Opinion
CIVIL 20-0049
09-20-2022
ORDER
JOHN C. COUGHENOUR UNITED STATES DISTRICT JUDGE
This matter comes before the Court on Petitioners' motion to enforce a purported settlement agreement (Dkt. No. 31). Having considered the briefing and the relevant record, and finding oral argument unnecessary, the Court DENIES the motion for the reasons explained herein.
Petitioners brought suit challenging the Guam Department of Revenue and Taxation's 2016 tax deficiency notice. (Dkt. No. 1; see Dkt. No. 1-1 (notice of deficiency).) The Court set a May 2022 bench trial. (Dkt. No. 10.) However, during a preliminary pretrial conference, the parties notified the Court they were close to a resolution and later told the Court they had reached an agreement. (Dkt. Nos. 13, 20, 22.) Upon the Court's subsequent receipt of their joint status report, the Court vacated the trial date and set a June 2022 status conference. (Dkt. Nos. 20, 22, 23.)
During the conference, Respondent informed the Court that the parties had, in fact, not yet finalized their agreement. (See Dkt. No. 26 (entry of proceeding).) Petitioners asserted otherwise, contending they had come to an agreement on all material terms. (Id.) Petitioners then moved for leave to seek enforcement of this agreement, which the Court granted. (See Dkt. No. 28.)
In this instance, the Court is sitting in the capacity of a United States Tax Court. See Forbes v. Maddox, 339 F.2d 387, 388 (9th Cir. 1964); Simpao v. Govt. of Guam, 2005 WL 6777982, slip op. at 2 (D. Guam 2005).
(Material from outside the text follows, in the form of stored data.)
// POST /api/v1/ensembles/:id/cancel – cancel every run that has not ended (queued at once, on-cluster via the broker)
import { withAuth } from "@/lib/auth/guard";
import { RESEARCHERS } from "@/lib/auth/roles";
import { cancelEnsemble } from "@/lib/ensembles/cancel-ensemble";
import { ensembleTarget } from "@/lib/ensembles/ensemble-target";

export const POST = withAuth<{ id: string }>({ roles: RESEARCHERS, target: (p) => ensembleTarget(p.id), access: "act" }, async (_req, { who, audit, params }) =>
  Response.json({ data: await cancelEnsemble(audit, who, params.id) }));
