import "server-only";
// Which group an upload is archived under: the one named (id or slug), else the uploader's only or first group.
import { Op } from "sequelize";
import type { Identity } from "@/lib/auth/identity";
import { AppError } from "@/lib/errors";
import { db } from "@/models";

const UUID = /^[0-9a-f]{8}-[0-9a-f]{4}-[0-9a-f]{4}-[0-9a-f]{4}-[0-9a-f]{12}$/i;

/** The group id for `who`'s upload; a member only (admins may name any group). */
export async function resolveUploadGroup(who: Identity, requested: string | null | undefined): Promise<string> {
  const { Group } = db();
  if (requested) {
    const group = await Group.findOne({ where: UUID.test(requested) ? { [Op.or]: [{ id: requested }, { slug: requested }] } : { slug: requested } });
    if (!group || (who.role !== "admin" && !who.groupIds.includes(group.id))) {
      throw new AppError("invalid", `group ${JSON.stringify(requested)}: you are not a member of such a group`, { field: "group" });
    }
    return group.id;
  }
  if (who.groupIds.length === 0) throw new AppError("invalid", "you belong to no group: name the group to archive the upload under (?group=<slug>)", { field: "group" });
  const groups = await Group.findAll({ where: { id: who.groupIds }, order: [["name", "ASC"]] });
  return groups[0].id;
}
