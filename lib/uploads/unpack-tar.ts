import "server-only";
// Unpack a .tar.gz (or plain .tar) safely: own path checks, only files and folders, sizes and ratio bounded.
import fs from "node:fs";
import path from "node:path";
import { Readable } from "node:stream";
import { pipeline } from "node:stream/promises";
import zlib from "node:zlib";
import tar from "tar-stream";
import { AppError } from "@/lib/errors";
import type { UnpackBudget } from "./budget";
import { RATIO_FLOOR_BYTES } from "./limits";
import { safeEntryPath } from "./safe-path";

/** Unpack tar archive `file` (gzip-compressed when `gzipped`), shown as `label`, into the empty folder `target`. */
export async function unpackTar(file: string, label: string, target: string, budget: UnpackBudget, gzipped: boolean): Promise<void> {
  const compressed = fs.statSync(file).size;
  let inflated = 0;
  const extract = tar.extract();
  const source: Readable = fs.createReadStream(file);
  const gunzip = gzipped ? zlib.createGunzip() : null;
  const ratioRefusal = () => new AppError("invalid", `${label}: inflates to more than ${budget.limits.maxRatio}× its ${compressed} bytes — refused as a possible zip bomb`, { file: label });
  if (gunzip) {
    // Count what gzip produces before tar sees it: a bomb is stopped however its tar headers read.
    gunzip.on("data", (chunk: Buffer) => {
      inflated += chunk.length;
      if (inflated > RATIO_FLOOR_BYTES && inflated / Math.max(1, compressed) > budget.limits.maxRatio) gunzip.destroy(ratioRefusal());
      else if (inflated > budget.limits.maxUnpackedBytes + 1_048_576) gunzip.destroy(new AppError("too_large", `${label}: inflates beyond the upload's unpacked-size limit`, { file: label }));
    });
  }
  const feeding = gunzip ? pipeline(source, gunzip, extract) : pipeline(source, extract);
  feeding.catch(() => { /* surfaced through the iteration below */ });
  try {
    for await (const entry of extract) {
      const h = entry.header;
      const where = `${label}: ${h.name}`;
      const rel = safeEntryPath(target, h.name, label);
      if (h.type === "directory") {
        fs.mkdirSync(path.join(target, rel), { recursive: true });
        entry.resume();
        continue;
      }
      if (h.type === "symlink" || h.type === "link") {
        throw new AppError("invalid", `${where}: is a ${h.type === "symlink" ? "symbolic" : "hard"} link (to ${JSON.stringify(h.linkname)}); uploads may hold only plain files and folders`, { file: label, entry: h.name });
      }
      if (h.type !== "file" && h.type !== "contiguous-file") {
        throw new AppError("invalid", `${where}: is a ${h.type} entry; uploads may hold only plain files and folders`, { file: label, entry: h.name });
      }
      budget.addFile(where);
      budget.declare(h.size ?? 0, where);
      const out = path.join(target, rel);
      if (fs.existsSync(out)) throw new AppError("invalid", `${where}: appears twice in the archive`, { file: label, entry: h.name });
      fs.mkdirSync(path.dirname(out), { recursive: true });
      await pipeline(entry, budget.meter(where, h.size ?? null), fs.createWriteStream(out, { flags: "wx" }));
    }
    await feeding;
  } catch (err) {
    source.destroy();
    if (err instanceof AppError) throw err;
    throw new AppError("invalid", `${label}: is not a readable ${gzipped ? "gzip-compressed " : ""}tar archive (${(err as Error).message})`, { file: label });
  }
}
As such, Petitioners argue that it may compel Respondent to comply with the agreement Petitioners believe they already reached. (See Dkt. Nos. 2-4, 40 at 1-2.) While it is true that the Court may, in some instance, compel such action, the burden of proof falls on the movant to demonstrate the existence of a binding agreement. See FPL Group, Inc. v. C.I.R., 95 T.C.M. (CCH) 1562 (2008). This, of course, requires a meeting of the minds on all material terms. Sergy v. Comm'r, 60 T.C.M. (CCH) 548 (1990).
Having now reviewed the parties' legal argument and evidence (Dkt. Nos. 31, 32, 34, 38, 40), it appears clear the Court cannot provide Petitioners the relief they seek. This is because Petitioners (a) fail to provide sufficient evidence to support a meeting of the minds (in fact the evidence suggests the opposite) and, (b) regardless, the Court lacks jurisdiction to compel Respondent to address the crux of their remaining disputed issue terms associated with the imposition of statutory interest on a settled tax obligation (for which the interest is not yet computed or assessed).
From the beginning of negotiations, Respondent indicated that it had no discretion regarding the starting date for the imposition of statutory interest. (See Dkt. Nos. 34-1 at 2 (Respondent's initial communication indicating that statutory interest would be due).) Nevertheless, Petitioners provided markups suggesting they believed otherwise. (See Dkt. No. 34-3 at 3, 5 (Petitioner's mark ups).) But Respondent indicated, in no uncertain terms, that it could not agree to Petitioners' mark ups. (Dkt. No. 34-4 at 2-3 (e-mail communications regarding same). For reasons not clear to the Court, Petitioner ignored this contention in concluding that an agreement had been reached. (See generally Dkt. Nos. 31, 32, 40.)
Ignoring a disputed term does not make it undisputed. And a binding agreement cannot result from willful ignorance. If, for no other reason, this would violate the “mirror image” rule. See, e.g., Blas v. Cruz, 2009 Guam 12, ¶ 19 (Guam 2009); see also Sergy 60 T.C.M. (CCH) 548 (discussing the need for a “complete meeting of the minds as to all details of the settlement.”). Even if Petitioners had presented evidence sufficient to support a binding agreement on the calculation of interest, the Court lacks jurisdiction to abate such interest and, by extension, compel Respondent to agree to terms deviating from the statutory requirements associated with the calculation and assessment of interest. This is because, sitting in the capacity of the Tax Court, the Court's jurisdiction is limited to the abatement of assessed interest-not negotiated interest. See Hinck v. U.S., 550 U.S. 501, 508 (2007); Kersh v. C.I.R., 98 T.C.M. (CCH) 458 (2009).
For the foregoing reasons, the Court DENIES Petitioners' motion (Dkt. No. 31). The parties are ORDERED to meet and confer and file a joint status report within thirty days of this Order containing a proposed case management schedule for this matter.